> _EXERCISE GOAL_
Your job is to reproduce all of the data exactly.

> _SUPPLIED RECORDS_
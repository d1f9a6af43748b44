using SortRig.Measurement.Control;

namespace SortRig.Measurement.Tests.Control;

public sealed class EwmaTests
{
    // NIST/SEMATECH e-Handbook of Statistical Methods sec. 6.3.2.4, worked example (data from memory):
    // target 50, s = 2.0539, lambda = 0.3, k = 3; the handbook's limits are 50 ± 3 * 0.4201 * 2.0539
    // = 52.5884 / 47.4115, and its EWMA column begins 50.60, 49.52, 50.56.
    private static readonly double[] s_data =
    [
        52.0,
        47.0,
        53.0,
        49.3,
        50.1,
        47.0,
        51.0,
        50.1,
        51.2,
        50.5,
        49.6,
        47.6,
        49.9,
        51.3,
        47.8,
        51.2,
        52.6,
        52.4,
        53.6,
        52.1,
    ];

    private static readonly EwmaOptions s_options = new() { Lambda = 0.3, Width = 3 };

    [Fact]
    public void Statistics_HandbookExample_MatchesFirstValues()
    {
        double[] z = Ewma.Statistics(s_data, 50, 0.3);

        // z1 = 0.3*52 + 0.7*50 = 50.6; z2 = 0.3*47 + 0.7*50.6 = 49.52; z3 = 0.3*53 + 0.7*49.52 = 50.564
        Assert.Equal(50.6, z[0], 10);
        Assert.Equal(49.52, z[1], 10);
        Assert.Equal(50.564, z[2], 10);
        Assert.All(z, v => Assert.InRange(v, 47.4115, 52.5884)); // the handbook finds the process in control
    }

    [Fact]
    public void SteadyHalfWidth_HandbookExample_MatchesPublishedLimits()
    {
        double half = Ewma.SteadyHalfWidth(2.0539, s_options);

        Assert.Equal(52.5884, 50 + half, 3);
        Assert.Equal(47.4115, 50 - half, 3);
    }

    [Fact]
    public void HalfWidth_ExactLimits_StartAtLambdaSigmaAndTendToSteadyState()
    {
        // Textbook identity (Montgomery ch. 9.2): at i = 1 the factor lambda/(2-lambda)(1-(1-lambda)^2) = lambda^2,
        // so the half-width is L * sigma * lambda = 3 * 2.0539 * 0.3 = 1.84851.
        Assert.Equal(1.84851, Ewma.HalfWidth(1, 2.0539, s_options), 5);
        Assert.Equal(Ewma.SteadyHalfWidth(2.0539, s_options), Ewma.HalfWidth(200, 2.0539, s_options), 10);
        for (int i = 1; i < 30; i++)
        {
            Assert.True(Ewma.HalfWidth(i, 1, s_options) < Ewma.HalfWidth(i + 1, 1, s_options));
        }
    }

    [Fact]
    public void Options_LambdaOutOfRange_NamesTheOption()
    {
        var ex = Assert.Throws<ArgumentOutOfRangeException>(() => new EwmaOptions { Lambda = 0 });
        Assert.Equal("Lambda", ex.ParamName);
    }
}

> _ANSWER SECTION_
repository d1f9a6af43748b44
using SortRig.Measurement.Control;

namespace SortRig.Measurement.Tests.Control;

public sealed class EwmaTests
{
    // NIST/SEMATECH e-Handbook of Statistical Methods sec. 6.3.2.4, worked example (data from memory):
    // target 50, s = 2.0539, lambda = 0.3, k = 3; the handbook's limits are 50 ± 3 * 0.4201 * 2.0539
    // = 52.5884 / 47.4115, and its EWMA column begins 50.60, 49.52, 50.56.
    private static readonly double[] s_data =
    [
        52.0,
        47.0,
        53.0,
        49.3,
        50.1,
        47.0,
        51.0,
        50.1,
        51.2,
        50.5,
        49.6,
        47.6,
        49.9,
        51.3,
        47.8,
        51.2,
        52.6,
        52.4,
        53.6,
        52.1,
    ];

    private static readonly EwmaOptions s_options = new() { Lambda = 0.3, Width = 3 };

    [Fact]
    public void Statistics_HandbookExample_MatchesFirstValues()
    {
        double[] z = Ewma.Statistics(s_data, 50, 0.3);

        // z1 = 0.3*52 + 0.7*50 = 50.6; z2 = 0.3*47 + 0.7*50.6 = 49.52; z3 = 0.3*53 + 0.7*49.52 = 50.564
        Assert.Equal(50.6, z[0], 10);
        Assert.Equal(49.52, z[1], 10);
        Assert.Equal(50.564, z[2], 10);
        Assert.All(z, v => Assert.InRange(v, 47.4115, 52.5884)); // the handbook finds the process in control
    }

    [Fact]
    public void SteadyHalfWidth_HandbookExample_MatchesPublishedLimits()
    {
        double half = Ewma.SteadyHalfWidth(2.0539, s_options);

        Assert.Equal(52.5884, 50 + half, 3);
        Assert.Equal(47.4115, 50 - half, 3);
    }

    [Fact]
    public void HalfWidth_ExactLimits_StartAtLambdaSigmaAndTendToSteadyState()
    {
        // Textbook identity (Montgomery ch. 9.2): at i = 1 the factor lambda/(2-lambda)(1-(1-lambda)^2) = lambda^2,
        // so the half-width is L * sigma * lambda = 3 * 2.0539 * 0.3 = 1.84851.
        Assert.Equal(1.84851, Ewma.HalfWidth(1, 2.0539, s_options), 5);
        Assert.Equal(Ewma.SteadyHalfWidth(2.0539, s_options), Ewma.HalfWidth(200, 2.0539, s_options), 10);
        for (int i = 1; i < 30; i++)
        {
            Assert.True(Ewma.HalfWidth(i, 1, s_options) < Ewma.HalfWidth(i + 1, 1, s_options));
        }
    }

    [Fact]
    public void Options_LambdaOutOfRange_NamesTheOption()
    {
        var ex = Assert.Throws<ArgumentOutOfRangeException>(() => new EwmaOptions { Lambda = 0 });
        Assert.Equal("Lambda", ex.ParamName);
    }
}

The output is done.